### Records supplied
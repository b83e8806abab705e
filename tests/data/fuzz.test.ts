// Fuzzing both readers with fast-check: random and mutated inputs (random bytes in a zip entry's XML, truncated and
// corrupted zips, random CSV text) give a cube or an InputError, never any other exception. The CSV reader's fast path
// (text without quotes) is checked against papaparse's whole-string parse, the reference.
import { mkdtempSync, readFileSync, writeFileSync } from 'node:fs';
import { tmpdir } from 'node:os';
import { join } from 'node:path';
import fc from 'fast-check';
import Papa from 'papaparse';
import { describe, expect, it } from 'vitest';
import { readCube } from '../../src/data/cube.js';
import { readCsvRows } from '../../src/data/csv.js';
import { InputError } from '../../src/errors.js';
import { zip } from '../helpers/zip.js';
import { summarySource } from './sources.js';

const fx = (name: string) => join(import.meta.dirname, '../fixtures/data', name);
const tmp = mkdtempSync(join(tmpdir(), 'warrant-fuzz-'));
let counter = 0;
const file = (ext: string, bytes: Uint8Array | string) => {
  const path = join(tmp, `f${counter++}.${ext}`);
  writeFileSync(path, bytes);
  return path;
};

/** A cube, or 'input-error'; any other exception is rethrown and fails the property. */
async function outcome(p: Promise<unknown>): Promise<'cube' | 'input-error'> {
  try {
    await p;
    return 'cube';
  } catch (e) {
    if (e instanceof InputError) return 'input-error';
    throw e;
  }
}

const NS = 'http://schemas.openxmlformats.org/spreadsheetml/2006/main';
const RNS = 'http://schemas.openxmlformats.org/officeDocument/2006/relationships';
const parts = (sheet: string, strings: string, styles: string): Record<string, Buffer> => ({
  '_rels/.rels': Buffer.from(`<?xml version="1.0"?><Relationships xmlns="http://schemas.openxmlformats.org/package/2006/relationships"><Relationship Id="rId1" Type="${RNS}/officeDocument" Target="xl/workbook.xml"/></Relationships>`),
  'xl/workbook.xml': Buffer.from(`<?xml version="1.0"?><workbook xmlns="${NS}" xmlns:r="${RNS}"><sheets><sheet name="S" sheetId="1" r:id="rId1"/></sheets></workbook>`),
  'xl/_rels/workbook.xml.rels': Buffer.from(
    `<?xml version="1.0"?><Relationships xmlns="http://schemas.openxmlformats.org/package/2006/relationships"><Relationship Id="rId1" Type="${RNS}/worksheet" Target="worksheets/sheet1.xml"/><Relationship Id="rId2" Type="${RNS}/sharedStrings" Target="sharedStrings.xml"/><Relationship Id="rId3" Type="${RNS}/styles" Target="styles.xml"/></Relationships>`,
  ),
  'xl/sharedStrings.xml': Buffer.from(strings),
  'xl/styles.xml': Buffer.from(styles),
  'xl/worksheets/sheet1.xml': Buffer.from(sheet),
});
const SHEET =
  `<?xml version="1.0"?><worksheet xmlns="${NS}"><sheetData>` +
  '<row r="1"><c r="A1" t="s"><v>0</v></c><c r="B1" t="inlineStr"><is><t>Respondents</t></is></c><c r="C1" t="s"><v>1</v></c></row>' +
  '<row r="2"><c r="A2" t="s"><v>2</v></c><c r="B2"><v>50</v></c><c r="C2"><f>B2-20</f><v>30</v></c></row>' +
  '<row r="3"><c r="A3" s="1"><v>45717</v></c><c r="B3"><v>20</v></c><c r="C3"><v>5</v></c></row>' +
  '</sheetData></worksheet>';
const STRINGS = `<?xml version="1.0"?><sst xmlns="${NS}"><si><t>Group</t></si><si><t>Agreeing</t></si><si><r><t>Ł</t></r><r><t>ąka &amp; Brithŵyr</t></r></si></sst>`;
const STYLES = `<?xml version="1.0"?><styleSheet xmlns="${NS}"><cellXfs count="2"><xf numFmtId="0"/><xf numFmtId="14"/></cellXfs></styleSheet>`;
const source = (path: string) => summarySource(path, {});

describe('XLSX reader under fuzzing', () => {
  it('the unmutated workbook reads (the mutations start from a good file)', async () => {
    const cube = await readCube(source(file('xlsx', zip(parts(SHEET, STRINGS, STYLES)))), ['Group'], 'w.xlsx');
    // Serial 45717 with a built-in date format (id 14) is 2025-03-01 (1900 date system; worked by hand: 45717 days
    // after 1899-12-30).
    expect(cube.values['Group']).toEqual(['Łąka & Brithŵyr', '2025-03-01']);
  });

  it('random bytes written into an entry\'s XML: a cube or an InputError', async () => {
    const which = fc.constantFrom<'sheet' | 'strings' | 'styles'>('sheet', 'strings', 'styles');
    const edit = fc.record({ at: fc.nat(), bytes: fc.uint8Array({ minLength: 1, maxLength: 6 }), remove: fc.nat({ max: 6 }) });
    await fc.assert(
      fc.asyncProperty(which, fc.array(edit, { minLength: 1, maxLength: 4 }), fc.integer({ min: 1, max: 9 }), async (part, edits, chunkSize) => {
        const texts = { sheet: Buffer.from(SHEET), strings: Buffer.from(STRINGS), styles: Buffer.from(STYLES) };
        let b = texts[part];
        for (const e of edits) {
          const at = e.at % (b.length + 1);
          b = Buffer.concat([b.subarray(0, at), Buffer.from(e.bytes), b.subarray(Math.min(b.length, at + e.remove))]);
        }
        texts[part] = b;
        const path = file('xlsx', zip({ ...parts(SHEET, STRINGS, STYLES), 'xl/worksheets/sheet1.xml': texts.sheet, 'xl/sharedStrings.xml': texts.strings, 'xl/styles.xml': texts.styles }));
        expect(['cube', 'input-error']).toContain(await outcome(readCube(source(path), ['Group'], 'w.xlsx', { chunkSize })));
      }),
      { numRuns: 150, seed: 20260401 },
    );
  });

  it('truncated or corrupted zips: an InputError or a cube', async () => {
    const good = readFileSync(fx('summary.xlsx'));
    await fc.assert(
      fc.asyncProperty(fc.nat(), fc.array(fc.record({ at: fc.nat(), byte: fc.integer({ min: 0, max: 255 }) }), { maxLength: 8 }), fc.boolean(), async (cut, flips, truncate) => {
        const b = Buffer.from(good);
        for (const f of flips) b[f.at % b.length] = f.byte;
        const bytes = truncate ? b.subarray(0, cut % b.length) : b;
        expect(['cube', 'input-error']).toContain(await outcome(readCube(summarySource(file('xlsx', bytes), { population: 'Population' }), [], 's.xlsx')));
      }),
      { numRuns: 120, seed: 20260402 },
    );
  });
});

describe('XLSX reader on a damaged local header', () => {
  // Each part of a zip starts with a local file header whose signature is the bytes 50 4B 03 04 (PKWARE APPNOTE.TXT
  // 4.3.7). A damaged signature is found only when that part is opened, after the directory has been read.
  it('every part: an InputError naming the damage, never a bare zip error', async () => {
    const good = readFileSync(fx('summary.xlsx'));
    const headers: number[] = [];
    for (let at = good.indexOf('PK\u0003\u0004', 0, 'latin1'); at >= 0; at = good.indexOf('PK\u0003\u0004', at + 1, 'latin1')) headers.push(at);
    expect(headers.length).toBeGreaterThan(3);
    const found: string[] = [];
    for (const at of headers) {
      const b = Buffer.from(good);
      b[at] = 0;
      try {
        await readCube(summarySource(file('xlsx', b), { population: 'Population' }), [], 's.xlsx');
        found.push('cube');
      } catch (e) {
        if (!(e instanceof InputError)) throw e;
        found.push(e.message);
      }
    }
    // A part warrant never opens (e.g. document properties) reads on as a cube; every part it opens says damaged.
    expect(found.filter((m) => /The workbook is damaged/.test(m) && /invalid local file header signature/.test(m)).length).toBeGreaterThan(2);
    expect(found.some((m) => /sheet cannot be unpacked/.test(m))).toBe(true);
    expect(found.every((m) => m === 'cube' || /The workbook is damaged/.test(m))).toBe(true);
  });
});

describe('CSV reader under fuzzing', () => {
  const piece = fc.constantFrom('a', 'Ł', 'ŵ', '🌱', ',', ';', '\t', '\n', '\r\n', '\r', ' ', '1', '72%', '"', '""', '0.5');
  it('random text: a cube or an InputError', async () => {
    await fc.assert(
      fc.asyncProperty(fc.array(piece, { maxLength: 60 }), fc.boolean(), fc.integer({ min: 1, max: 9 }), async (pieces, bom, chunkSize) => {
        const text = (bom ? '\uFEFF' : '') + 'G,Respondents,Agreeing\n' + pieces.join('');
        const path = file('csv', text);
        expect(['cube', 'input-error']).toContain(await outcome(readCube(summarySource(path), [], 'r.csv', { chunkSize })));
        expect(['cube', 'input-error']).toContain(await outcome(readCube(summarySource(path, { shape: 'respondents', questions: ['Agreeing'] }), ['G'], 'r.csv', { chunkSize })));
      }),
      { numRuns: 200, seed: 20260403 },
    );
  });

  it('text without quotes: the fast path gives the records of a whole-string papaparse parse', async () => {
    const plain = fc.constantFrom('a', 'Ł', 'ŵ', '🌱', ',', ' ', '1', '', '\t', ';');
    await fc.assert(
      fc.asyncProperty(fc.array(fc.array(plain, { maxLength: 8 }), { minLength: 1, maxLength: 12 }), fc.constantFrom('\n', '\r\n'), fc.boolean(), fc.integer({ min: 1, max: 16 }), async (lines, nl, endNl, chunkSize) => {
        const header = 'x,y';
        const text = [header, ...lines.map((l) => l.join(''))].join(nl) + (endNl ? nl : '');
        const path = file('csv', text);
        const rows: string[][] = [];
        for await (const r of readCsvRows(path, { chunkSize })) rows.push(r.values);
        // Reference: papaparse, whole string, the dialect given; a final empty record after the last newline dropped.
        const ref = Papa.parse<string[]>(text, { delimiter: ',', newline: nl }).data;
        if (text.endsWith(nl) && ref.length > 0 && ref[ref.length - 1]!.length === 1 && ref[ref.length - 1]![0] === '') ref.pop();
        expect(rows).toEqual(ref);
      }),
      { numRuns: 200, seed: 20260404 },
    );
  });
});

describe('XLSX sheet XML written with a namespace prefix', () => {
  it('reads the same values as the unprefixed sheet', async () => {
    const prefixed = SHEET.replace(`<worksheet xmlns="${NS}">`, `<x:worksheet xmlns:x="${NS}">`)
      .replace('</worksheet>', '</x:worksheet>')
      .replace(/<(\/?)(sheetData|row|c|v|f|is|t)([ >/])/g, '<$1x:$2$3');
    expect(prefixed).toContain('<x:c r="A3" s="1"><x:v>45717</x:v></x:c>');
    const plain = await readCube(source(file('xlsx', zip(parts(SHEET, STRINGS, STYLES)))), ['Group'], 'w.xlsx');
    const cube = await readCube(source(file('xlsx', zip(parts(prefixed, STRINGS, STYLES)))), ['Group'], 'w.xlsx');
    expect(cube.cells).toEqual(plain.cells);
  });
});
==
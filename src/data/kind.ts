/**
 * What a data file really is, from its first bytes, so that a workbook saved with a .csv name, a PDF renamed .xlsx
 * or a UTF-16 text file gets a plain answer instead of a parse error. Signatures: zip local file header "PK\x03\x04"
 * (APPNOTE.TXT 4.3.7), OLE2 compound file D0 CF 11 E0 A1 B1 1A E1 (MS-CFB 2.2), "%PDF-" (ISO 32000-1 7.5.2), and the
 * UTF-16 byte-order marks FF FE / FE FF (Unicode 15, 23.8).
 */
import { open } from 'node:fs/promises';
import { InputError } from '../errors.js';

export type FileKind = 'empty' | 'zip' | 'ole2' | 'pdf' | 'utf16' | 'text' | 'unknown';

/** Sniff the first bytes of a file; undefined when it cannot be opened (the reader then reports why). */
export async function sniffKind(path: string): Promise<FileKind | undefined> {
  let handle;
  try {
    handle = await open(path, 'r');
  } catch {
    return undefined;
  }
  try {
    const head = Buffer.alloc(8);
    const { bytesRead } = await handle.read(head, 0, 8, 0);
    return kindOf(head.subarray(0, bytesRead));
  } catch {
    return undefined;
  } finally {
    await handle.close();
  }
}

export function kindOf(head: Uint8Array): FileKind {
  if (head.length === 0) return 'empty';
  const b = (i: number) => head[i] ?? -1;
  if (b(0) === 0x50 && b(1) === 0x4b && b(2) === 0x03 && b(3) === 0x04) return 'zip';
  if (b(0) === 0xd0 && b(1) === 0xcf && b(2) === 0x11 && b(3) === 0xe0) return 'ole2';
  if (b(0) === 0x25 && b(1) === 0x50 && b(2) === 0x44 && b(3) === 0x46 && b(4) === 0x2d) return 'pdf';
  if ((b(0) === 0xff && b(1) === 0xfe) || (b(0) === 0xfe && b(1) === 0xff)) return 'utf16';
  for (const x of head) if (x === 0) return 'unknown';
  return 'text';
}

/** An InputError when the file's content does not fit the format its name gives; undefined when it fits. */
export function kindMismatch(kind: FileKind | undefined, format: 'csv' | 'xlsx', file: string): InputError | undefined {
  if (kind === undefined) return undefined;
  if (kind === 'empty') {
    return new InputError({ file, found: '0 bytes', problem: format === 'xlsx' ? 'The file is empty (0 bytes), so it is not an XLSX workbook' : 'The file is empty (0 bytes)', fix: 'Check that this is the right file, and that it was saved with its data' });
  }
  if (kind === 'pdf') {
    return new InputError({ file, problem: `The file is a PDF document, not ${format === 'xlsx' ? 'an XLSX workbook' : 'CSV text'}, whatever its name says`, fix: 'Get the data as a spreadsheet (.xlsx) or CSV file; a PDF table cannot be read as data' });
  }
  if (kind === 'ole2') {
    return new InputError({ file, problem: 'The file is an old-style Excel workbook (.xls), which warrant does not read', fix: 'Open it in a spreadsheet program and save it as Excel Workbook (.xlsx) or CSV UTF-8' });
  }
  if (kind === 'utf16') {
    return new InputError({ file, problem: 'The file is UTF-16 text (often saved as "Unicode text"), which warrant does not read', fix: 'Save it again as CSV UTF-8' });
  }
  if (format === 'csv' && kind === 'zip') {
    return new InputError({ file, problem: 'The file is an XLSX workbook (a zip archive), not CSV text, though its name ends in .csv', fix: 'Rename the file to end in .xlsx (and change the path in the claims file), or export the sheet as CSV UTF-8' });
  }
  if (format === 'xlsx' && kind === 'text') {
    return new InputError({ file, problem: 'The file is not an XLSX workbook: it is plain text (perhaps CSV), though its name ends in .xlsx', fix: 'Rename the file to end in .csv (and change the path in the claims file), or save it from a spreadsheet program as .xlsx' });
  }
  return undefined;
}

### What to produce
Which of the lines above carry the string "sheetData"? Pick them out and copy them.

### Written solution
  `<?xml version="1.0"?><worksheet xmlns="${NS}"><sheetData>` +
  '</sheetData></worksheet>';
      .replace(/<(\/?)(sheetData|row|c|v|f|is|t)([ >/])/g, '<$1x:$2$3');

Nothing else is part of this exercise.